09 人族薬師
エイスたちは大聖殿からマーサ宅に戻った。
結局、エイスはこの夜も昨晩同様にマーサ宅に泊まることになった。
成り行き上、当然と言えば当然の流れなのだろうが──。
この後、エイスが治療した人たちの家族が次々と訪ねてきた。
そして、謝礼を一切受け取らないエイスのためにと、大量の食材、酒、菓子等がマーサ宅に運び込まれた。
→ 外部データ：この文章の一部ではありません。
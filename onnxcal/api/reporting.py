"""``report``: the report files on a calibration (HTML, Markdown, JSON, plots)."""

from __future__ import annotations

import os
from collections.abc import Sequence
from dataclasses import dataclass
from pathlib import Path
from typing import Any, cast

import onnx
from numpy.typing import ArrayLike

from .. import graph
from .._files import Writer, atomic_write_files
from .._limits import DEFAULT_MAX_MODEL_BYTES, MAX_BINS, check_bins_memory, check_range
from .._numeric import check_in_dtype, max_abs
from .._paths import check_not_input, check_output_path, check_writable, one_command, require_file
from ..capture import Capture, ProgressFn, load_captures
from ..errors import OnnxcalError, keyword_errors
from ..fit import FitSummary, load_fit, summary_from_dict
from ..graph import Record
from ..l1_sigmoid import capture_kind
from ..metrics import DEFAULT_BINS
from ..report import FORMATS, ReportResult
from ..report import build as build_report
from ..report import outputs as report_outputs
from ..report import render as render_report
from ..scaling import Scaling, check_scaling
from ..verify import record_check
from .common import as_paths, finite_capture, model_byte_limit, model_files
from .models import models_in_memory


def _check_formats(formats: str | Sequence[str]) -> tuple[str, ...]:
    if isinstance(formats, str):
        formats = [f.strip() for f in formats.split(",") if f.strip()]
    bad = [f for f in formats if f not in FORMATS]
    if bad or not formats:
        raise OnnxcalError(
            f"--format {','.join(formats)!r} is not a comma-separated list of: {', '.join(FORMATS)}",
            "e.g. --format html,md",
        )
    return tuple(f for f in FORMATS if f in formats)


def report_targets(
    directory: str | os.PathLike[str], formats: Sequence[str], inputs: Sequence[str | os.PathLike[str]], force: bool,
    option: str,
) -> list[Path]:
    """The report's files, checked before any work; the directory may not exist yet."""
    d = check_not_input(directory, inputs, option)
    if d.exists() and not d.is_dir():
        raise OnnxcalError(f"{option} '{d}' is a file, not a directory", "give a directory for the report")
    parent = d.parent if str(d.parent) else Path(".")
    if not d.exists() and not parent.is_dir():
        raise OnnxcalError(f"the directory '{parent}' that would hold {option} '{d}' does not exist", "create it first")
    check_writable(d if d.is_dir() else parent, option)
    targets = [d / name for name in report_outputs(formats)]
    if d.is_dir():
        for target in targets:
            check_output_path(target, inputs, force=force, option=f"{option} file")
    return targets


def report_files(
    directory: str | os.PathLike[str], content: dict[str, Any], formats: Sequence[str]
) -> tuple[dict[Path, bytes], ReportResult]:
    """Every file of a report, rendered in memory, and the result that describes them."""
    d = Path(directory)
    files = {d / name: data for name, data in render_report(content, formats).items()}
    return files, ReportResult(directory=str(d), files=tuple(map(str, files)), content=content)


def _write_report(directory: str | os.PathLike[str], content: dict[str, Any], formats: Sequence[str]) -> ReportResult:
    """Render every file in memory, then write them together (a new directory is removed again if writing fails)."""
    files, result = report_files(directory, content, formats)
    # the Mapping's key type is invariant: a dict keyed by Path is the str | PathLike keys it accepts
    atomic_write_files(cast("dict[str | os.PathLike[str], bytes | Writer]", files))
    return result


def _class_names(value: str | os.PathLike[str] | Sequence[str] | None, k: int) -> list[str] | None:
    """Class names from a list or a text file (one per line), checked against K."""
    if value is None:
        return None
    if isinstance(value, (str, os.PathLike)):
        path = require_file(value, "class names file")
        try:
            names = [line.strip() for line in path.read_text().splitlines() if line.strip()]
        except (OSError, UnicodeDecodeError) as exc:
            raise OnnxcalError(f"cannot read class names from '{path}' ({exc})", "give a UTF-8 text file") from exc
        where = f"'{path}'"
    else:
        names, where = [str(v) for v in value], "the class names"
    if k == 1 and len(names) == 2:  # binary: (negative, positive); the logit is the positive label's
        names = names[1:]
    if len(names) != k:
        raise OnnxcalError(
            f"{where} give {len(names)} names for a model with {k} logit(s) per sample",
            "give one name per line, in the order of the model's classes",
        )
    return names


def capture_names(cap: Capture) -> list[str] | None:
    """The class names a capture recorded (``--classes``, image folders), if they fit its logits."""
    names = cap.meta.class_names
    k = cap.logits.shape[1]
    if not names:
        return None
    if k == 1 and len(names) == 2:  # binary: (negative, positive); the logit is the positive class's
        return list(names[1:])
    return list(names) if len(names) == k else None


def _fit_from_record(record: Record, model_path: str | os.PathLike[str]) -> FitSummary | None:
    if "metrics" not in record.fit:  # patched with a given T: no fit to show
        return None
    try:
        return summary_from_dict(record.fit)
    except (OnnxcalError, KeyError, TypeError, ValueError) as exc:
        raise OnnxcalError(
            f"the fit summary in the calibration record of '{model_path}' is damaged ({exc})",
            "patch the original model again with 'onnxcal patch --fit FIT.json'",
        ) from exc


def _check_report_scaling(scaling: Scaling, cap: Capture, source_sha: str | None, what: str) -> None:
    kind = capture_kind(cap.logits.shape[1], cap.labels.ndim, cap.meta.fit_as)
    if scaling.kind != kind:
        raise OnnxcalError(
            f"{what} is for a {scaling.kind} classifier, but the capture holds {kind} scores",
            "give a capture of the model it was fitted on",
        )
    check_scaling(scaling, cap.logits.shape[1])
    if source_sha is not None and source_sha != cap.meta.model_sha256:
        raise OnnxcalError(
            f"{what} was made for the model with sha256 {source_sha[:12]}..., but the capture is of "
            f"the model with sha256 {cap.meta.model_sha256[:12]}...",
            "capture the model the calibration was made for",
        )


@dataclass(frozen=True)
class _Calibration:
    """What a report is on: the parameters, their fit (if any), the model they were made for, and their name."""

    scaling: Scaling
    summary: FitSummary | None
    source_sha: str | None  # the sha256 of the model they were made for, when known
    what: str  # how messages name them
    calibrated: dict[str, Any] | None = None  # the patched model given with --model: name, path, sha256
    decisions: dict[str, Any] | None = None  # its record's decisions section (docs/decisions.md)


def _calibration_of(
    temperature: float | None, fit: FitSummary | str | os.PathLike[str] | None, model: str | os.PathLike[str] | None,
    cap: Capture, limit: int,
) -> _Calibration:
    """The calibration given by hand (``temperature``), by a fit, or by a patched model's record."""
    summary: FitSummary | None  # the fit's, or the record's (None when patched with a given T)
    if temperature is not None:
        kind = capture_kind(cap.logits.shape[1], cap.labels.ndim, cap.meta.fit_as)
        return _Calibration(Scaling.of_temperature(graph.check_temperature(temperature), kind), None, None,
                            "the temperature")
    if fit is not None:
        summary = fit if isinstance(fit, FitSummary) else load_fit(fit)
        return _Calibration(summary.scaling, summary, summary.capture.get("model_sha256"), "the fit")
    assert model is not None  # report() checked that exactly one of temperature, fit and model is given
    record = _record_of(model, limit)
    summary = _fit_from_record(record, model)
    calibrated = {"name": Path(model).name, "path": str(model), "sha256": graph.model_sha256(model)}
    return _Calibration(record.scaling, summary, record.source_sha256, f"the calibration in '{model}'", calibrated,
                        record.decisions)


@keyword_errors
@models_in_memory("model")
@one_command
def report(
    captures: Capture | str | os.PathLike[str] | Sequence[str | os.PathLike[str]],
    out: str | os.PathLike[str],
    *,
    temperature: float | None = None,
    fit: FitSummary | str | os.PathLike[str] | None = None,
    model: str | os.PathLike[str] | onnx.ModelProto | None = None,
    formats: str | Sequence[str] = FORMATS,
    class_names: str | os.PathLike[str] | Sequence[str] | None = None,
    n_bins: int | None = None,
    force: bool = False,
    drop_nonfinite: bool = False,
    max_model_bytes: int | str = DEFAULT_MAX_MODEL_BYTES,
    progress: ProgressFn | None = None,
) -> ReportResult:
    """Write a report on a calibration into the directory ``out``.

    Files (by ``formats``): ``report.html`` (self-contained: inline CSS,
    plots as base64 PNG), ``summary.md`` (a before/after table and verdict
    lines for a pull-request comment), ``report.json`` (every number) and
    ``reliability.png``, ``confidence.png``, ``classes.png``.

    Parameters
    ----------
    captures : Capture, path or list of paths
        Logits and labels (capture files are read as one set).
    out : path
        The report directory; created if missing (its parent must exist).
    temperature : float, optional
        A temperature given by hand; or give ``fit`` or ``model``.
    fit : FitSummary or path, optional
        A fit (FIT.json). On the capture it was made on, the figures are
        those of its held-out part, with its bootstrap intervals.
    model : path, optional
        A patched model: its calibration record gives the parameters and
        the fit, and its name and sha256 go into the report.
    formats : str or list of str
        Any of ``html``, ``md``, ``json``, ``png`` (default: all).
    class_names : path or list of str, optional
        One name per class (a text file: one per line).
    n_bins : int, optional
        Bins of the ECEs and the plots (default: the fit's, else 15).
    force : bool
        Replace existing report files.
    drop_nonfinite : bool
        Leave out samples whose logits hold NaN or Inf (noted in the
        report); by default they are refused.
    max_model_bytes : int or str, default 8 GiB
        A larger ``model`` file is refused unread.
    progress : callable, optional
        ``progress("writing the report", done, 1)`` before and after the
        figures and plots are computed and written (a second or more).

    Returns
    -------
    ReportResult
    """
    if sum(x is not None for x in (temperature, fit, model)) != 1:
        raise OnnxcalError("give exactly one of --temperature, --fit and --model")
    if n_bins is not None:
        check_range(n_bins, 2, MAX_BINS, "--bins", "a number of bins")
    formats = _check_formats(formats)
    limit = model_byte_limit(max_model_bytes)
    capture_paths = [] if isinstance(captures, Capture) else as_paths(captures)
    inputs = [*capture_paths, *[p for p in (fit, class_names) if isinstance(p, (str, os.PathLike))]]
    inputs += model_files(model, limit) if model is not None else []
    report_targets(out, formats, inputs, force, "--out")
    cap = captures if isinstance(captures, Capture) else load_captures(capture_paths)
    cap, dropped = finite_capture(cap, ", ".join(map(str, capture_paths)) or cap.meta.data_source, drop_nonfinite)
    cal = _calibration_of(temperature, fit, model, cap, limit)
    _check_report_scaling(cal.scaling, cap, cal.source_sha, cal.what)
    check_in_dtype(cal.scaling, "float64", largest_logit=max_abs(cap.logits), computes="the report computes in",
                   hint="check the parameters")
    summary = cal.summary
    check_bins_memory(n_bins or (summary.options.n_bins if summary is not None else DEFAULT_BINS), cap.logits.shape[1])
    names = _class_names(class_names, cap.logits.shape[1]) or capture_names(cap)
    told = progress or (lambda stage, done, total: None)
    told(WRITING, 0, 1)
    content = build_report(
        cap, cal.scaling, summary=summary, class_names=names, n_bins=n_bins, calibrated=cal.calibrated,
        decisions=cal.decisions,
    )
    if dropped is not None:
        content["notes"] = [*content.get("notes", []), dropped]
    written = _write_report(out, content, formats)
    told(WRITING, 1, 1)
    return written


WRITING = "writing the report"
"""The stage ``progress`` is told about while the report is computed and written."""


def _record_of(model_path: str | os.PathLike[str], limit: int) -> Record:
    """The calibration record of a patched model, checked to describe its graph and its parameters.

    For a folded model the parameters cannot be read back without the
    original (``onnxcal verify --original`` checks them).
    """
    model = graph.load_model(model_path, max_bytes=limit, count_external=False)
    record = graph.read_record(model)
    if record is None:
        raise OnnxcalError(
            f"'{model_path}' has no onnxcal calibration record",
            "give a model written by 'onnxcal patch' or 'calibrate'",
        )
    graph.check_record(model, record, f"'{model_path}'")
    if not record.folded:
        check = record_check(
            record.parameters,
            # dict is invariant in its values: arrays are the ArrayLike record_check reads
            cast("dict[str, ArrayLike] | None", graph.parameter_values(model, record)),
            graph.temperature_dtype(model, record),
        )
        if not check.passed:
            raise OnnxcalError(
                f"the calibration record of '{model_path}' does not match the parameters in its graph ({check.detail})",
                f"run 'onnxcal verify {model_path}' to see what differs, and patch the original model again",
            )
    return record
ただ、彼は一人旅中。それらの受け取りも丁重にお断りした。
結局、持ち込まれた大量の食材や酒類はすぐに開けられ、そのままパーティモードに移行した。
マーサ宅は大入り満員。にぎやかな夜になった。
これにはエイスもただただ苦笑いするしかなかった。
それでも、この世界に転生し、初めて触れる人族の生活と人情。
記憶にないにもかかわらず、それは彼にとってどこか懐かしい光景でもあった。
それはきっと、彼がどこか遠くに置いてきたであろう地球と人々の思い出。
この夜、彼は失われた記憶の
**
翌日午前、エイスはソファーでお茶を飲みながらマーサらと話していた。
そこにローグがマーサと同年代の人族男性と一緒に部屋に入ってきた。
男の名はエルイ。
エルイはローグの知人。マーサの夫の友人でもあった。
彼はゴードウィク人族社会の重鎮の一人。
この日、エイスはマーサの友人宅を訪ねる。
その家の主人もマーサと同じく被害者と思われる。
そこに同行するのは、マーサとローグ、そしてこのエルイの三人。
怒り心頭のローグはどのようなことになろうと、マイヤルを許す気はない。
話を聞いて同様に激怒するエルイとともに現場に立ち会い、二人で事の顛末を見届けるつもりのようだ。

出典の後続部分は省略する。